--- YOUR OBJECTIVE ---
The records that follow must be printed exactly as they are.

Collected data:
Segment Open
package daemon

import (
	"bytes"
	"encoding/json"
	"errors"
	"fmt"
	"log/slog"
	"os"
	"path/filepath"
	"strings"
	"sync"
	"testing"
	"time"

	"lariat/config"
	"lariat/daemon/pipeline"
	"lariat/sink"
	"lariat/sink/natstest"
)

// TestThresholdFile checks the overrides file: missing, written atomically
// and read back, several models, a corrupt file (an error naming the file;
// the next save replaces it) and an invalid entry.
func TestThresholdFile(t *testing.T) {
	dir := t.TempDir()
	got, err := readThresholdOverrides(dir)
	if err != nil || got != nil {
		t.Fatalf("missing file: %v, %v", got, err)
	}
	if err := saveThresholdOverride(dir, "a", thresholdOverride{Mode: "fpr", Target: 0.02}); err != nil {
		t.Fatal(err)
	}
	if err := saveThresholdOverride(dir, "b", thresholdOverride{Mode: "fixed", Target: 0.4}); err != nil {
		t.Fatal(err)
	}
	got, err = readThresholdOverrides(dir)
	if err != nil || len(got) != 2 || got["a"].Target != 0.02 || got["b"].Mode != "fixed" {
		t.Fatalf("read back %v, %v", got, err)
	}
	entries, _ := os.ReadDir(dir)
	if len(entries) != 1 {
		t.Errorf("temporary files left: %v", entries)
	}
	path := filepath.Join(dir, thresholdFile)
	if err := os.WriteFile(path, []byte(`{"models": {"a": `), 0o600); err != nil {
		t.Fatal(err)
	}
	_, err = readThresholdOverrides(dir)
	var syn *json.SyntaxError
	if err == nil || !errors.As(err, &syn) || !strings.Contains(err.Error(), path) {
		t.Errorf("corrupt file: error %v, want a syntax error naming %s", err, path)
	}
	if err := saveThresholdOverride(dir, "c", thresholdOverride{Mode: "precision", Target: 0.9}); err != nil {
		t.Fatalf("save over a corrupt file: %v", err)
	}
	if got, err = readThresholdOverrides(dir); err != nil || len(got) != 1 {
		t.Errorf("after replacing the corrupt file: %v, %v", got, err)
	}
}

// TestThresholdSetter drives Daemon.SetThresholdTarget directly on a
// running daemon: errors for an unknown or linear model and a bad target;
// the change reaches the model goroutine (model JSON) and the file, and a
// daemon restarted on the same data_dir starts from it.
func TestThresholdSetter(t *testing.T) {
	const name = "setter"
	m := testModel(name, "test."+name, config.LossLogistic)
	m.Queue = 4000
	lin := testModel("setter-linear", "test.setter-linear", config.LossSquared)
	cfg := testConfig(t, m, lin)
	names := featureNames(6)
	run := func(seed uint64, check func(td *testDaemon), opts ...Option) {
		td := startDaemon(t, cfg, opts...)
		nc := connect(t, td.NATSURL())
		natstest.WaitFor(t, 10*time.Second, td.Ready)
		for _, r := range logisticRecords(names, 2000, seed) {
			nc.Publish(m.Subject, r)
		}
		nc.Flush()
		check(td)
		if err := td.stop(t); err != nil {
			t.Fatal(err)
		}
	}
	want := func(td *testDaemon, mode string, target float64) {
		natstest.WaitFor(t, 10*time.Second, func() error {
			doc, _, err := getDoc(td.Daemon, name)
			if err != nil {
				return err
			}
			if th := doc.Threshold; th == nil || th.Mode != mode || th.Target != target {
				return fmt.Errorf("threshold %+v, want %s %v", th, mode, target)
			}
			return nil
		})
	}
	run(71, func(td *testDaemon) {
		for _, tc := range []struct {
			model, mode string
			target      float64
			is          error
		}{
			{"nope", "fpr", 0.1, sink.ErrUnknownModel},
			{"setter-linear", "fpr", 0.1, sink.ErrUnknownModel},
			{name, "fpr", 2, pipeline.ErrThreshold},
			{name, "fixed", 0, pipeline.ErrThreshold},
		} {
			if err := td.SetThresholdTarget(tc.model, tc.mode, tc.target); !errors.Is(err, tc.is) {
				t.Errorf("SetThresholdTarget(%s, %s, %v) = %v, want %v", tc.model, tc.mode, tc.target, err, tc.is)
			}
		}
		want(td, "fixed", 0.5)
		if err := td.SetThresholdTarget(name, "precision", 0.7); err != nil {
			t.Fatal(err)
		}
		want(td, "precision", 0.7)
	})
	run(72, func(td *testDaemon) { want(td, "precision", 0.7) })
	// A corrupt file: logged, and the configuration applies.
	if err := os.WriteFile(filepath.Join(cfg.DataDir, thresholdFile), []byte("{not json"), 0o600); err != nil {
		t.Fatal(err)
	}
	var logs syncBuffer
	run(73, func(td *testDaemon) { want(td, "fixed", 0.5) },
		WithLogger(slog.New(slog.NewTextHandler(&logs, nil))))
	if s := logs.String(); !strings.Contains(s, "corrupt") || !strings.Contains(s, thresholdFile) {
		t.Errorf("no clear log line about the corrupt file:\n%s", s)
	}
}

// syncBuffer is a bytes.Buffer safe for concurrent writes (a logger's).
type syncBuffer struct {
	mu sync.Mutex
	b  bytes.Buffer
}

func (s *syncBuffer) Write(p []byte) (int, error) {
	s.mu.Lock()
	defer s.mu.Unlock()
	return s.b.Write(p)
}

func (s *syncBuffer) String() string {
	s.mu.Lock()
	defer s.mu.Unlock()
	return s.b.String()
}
Segment Closed
--- TASK RESPONSE ---
package daemon

import (
	"bytes"
	"encoding/json"
	"errors"
	"fmt"
	"log/slog"
	"os"
	"path/filepath"
	"strings"
	"sync"
	"testing"
	"time"

	"lariat/config"
	"lariat/daemon/pipeline"
	"lariat/sink"
	"lariat/sink/natstest"
)

// TestThresholdFile checks the overrides file: missing, written atomically
// and read back, several models, a corrupt file (an error naming the file;
// the next save replaces it) and an invalid entry.
func TestThresholdFile(t *testing.T) {
	dir := t.TempDir()
	got, err := readThresholdOverrides(dir)
	if err != nil || got != nil {
		t.Fatalf("missing file: %v, %v", got, err)
	}
	if err := saveThresholdOverride(dir, "a", thresholdOverride{Mode: "fpr", Target: 0.02}); err != nil {
		t.Fatal(err)
	}
	if err := saveThresholdOverride(dir, "b", thresholdOverride{Mode: "fixed", Target: 0.4}); err != nil {
		t.Fatal(err)
	}
	got, err = readThresholdOverrides(dir)
	if err != nil || len(got) != 2 || got["a"].Target != 0.02 || got["b"].Mode != "fixed" {
		t.Fatalf("read back %v, %v", got, err)
	}
	entries, _ := os.ReadDir(dir)
	if len(entries) != 1 {
		t.Errorf("temporary files left: %v", entries)
	}
	path := filepath.Join(dir, thresholdFile)
	if err := os.WriteFile(path, []byte(`{"models": {"a": `), 0o600); err != nil {
		t.Fatal(err)
	}
	_, err = readThresholdOverrides(dir)
	var syn *json.SyntaxError
	if err == nil || !errors.As(err, &syn) || !strings.Contains(err.Error(), path) {
		t.Errorf("corrupt file: error %v, want a syntax error naming %s", err, path)
	}
	if err := saveThresholdOverride(dir, "c", thresholdOverride{Mode: "precision", Target: 0.9}); err != nil {
		t.Fatalf("save over a corrupt file: %v", err)
	}
	if got, err = readThresholdOverrides(dir); err != nil || len(got) != 1 {
		t.Errorf("after replacing the corrupt file: %v, %v", got, err)
	}
}

// TestThresholdSetter drives Daemon.SetThresholdTarget directly on a
// running daemon: errors for an unknown or linear model and a bad target;
// the change reaches the model goroutine (model JSON) and the file, and a
// daemon restarted on the same data_dir starts from it.
func TestThresholdSetter(t *testing.T) {
	const name = "setter"
	m := testModel(name, "test."+name, config.LossLogistic)
	m.Queue = 4000
	lin := testModel("setter-linear", "test.setter-linear", config.LossSquared)
	cfg := testConfig(t, m, lin)
	names := featureNames(6)
	run := func(seed uint64, check func(td *testDaemon), opts ...Option) {
		td := startDaemon(t, cfg, opts...)
		nc := connect(t, td.NATSURL())
		natstest.WaitFor(t, 10*time.Second, td.Ready)
		for _, r := range logisticRecords(names, 2000, seed) {
			nc.Publish(m.Subject, r)
		}
		nc.Flush()
		check(td)
		if err := td.stop(t); err != nil {
			t.Fatal(err)
		}
	}
	want := func(td *testDaemon, mode string, target float64) {
		natstest.WaitFor(t, 10*time.Second, func() error {
			doc, _, err := getDoc(td.Daemon, name)
			if err != nil {
				return err
			}
			if th := doc.Threshold; th == nil || th.Mode != mode || th.Target != target {
				return fmt.Errorf("threshold %+v, want %s %v", th, mode, target)
			}
			return nil
		})
	}
	run(71, func(td *testDaemon) {
		for _, tc := range []struct {
			model, mode string
			target      float64
			is          error
		}{
			{"nope", "fpr", 0.1, sink.ErrUnknownModel},
			{"setter-linear", "fpr", 0.1, sink.ErrUnknownModel},
			{name, "fpr", 2, pipeline.ErrThreshold},
			{name, "fixed", 0, pipeline.ErrThreshold},
		} {
			if err := td.SetThresholdTarget(tc.model, tc.mode, tc.target); !errors.Is(err, tc.is) {
				t.Errorf("SetThresholdTarget(%s, %s, %v) = %v, want %v", tc.model, tc.mode, tc.target, err, tc.is)
			}
		}
		want(td, "fixed", 0.5)
		if err := td.SetThresholdTarget(name, "precision", 0.7); err != nil {
			t.Fatal(err)
		}
		want(td, "precision", 0.7)
	})
	run(72, func(td *testDaemon) { want(td, "precision", 0.7) })
	// A corrupt file: logged, and the configuration applies.
	if err := os.WriteFile(filepath.Join(cfg.DataDir, thresholdFile), []byte("{not json"), 0o600); err != nil {
		t.Fatal(err)
	}
	var logs syncBuffer
	run(73, func(td *testDaemon) { want(td, "fixed", 0.5) },
		WithLogger(slog.New(slog.NewTextHandler(&logs, nil))))
	if s := logs.String(); !strings.Contains(s, "corrupt") || !strings.Contains(s, thresholdFile) {
		t.Errorf("no clear log line about the corrupt file:\n%s", s)
	}
}

// syncBuffer is a bytes.Buffer safe for concurrent writes (a logger's).
type syncBuffer struct {
	mu sync.Mutex
	b  bytes.Buffer
}

func (s *syncBuffer) Write(p []byte) (int, error) {
	s.mu.Lock()
	defer s.mu.Unlock()
	return s.b.Write(p)
}

func (s *syncBuffer) String() string {
	s.mu.Lock()
	defer s.mu.Unlock()
	return s.b.String()
}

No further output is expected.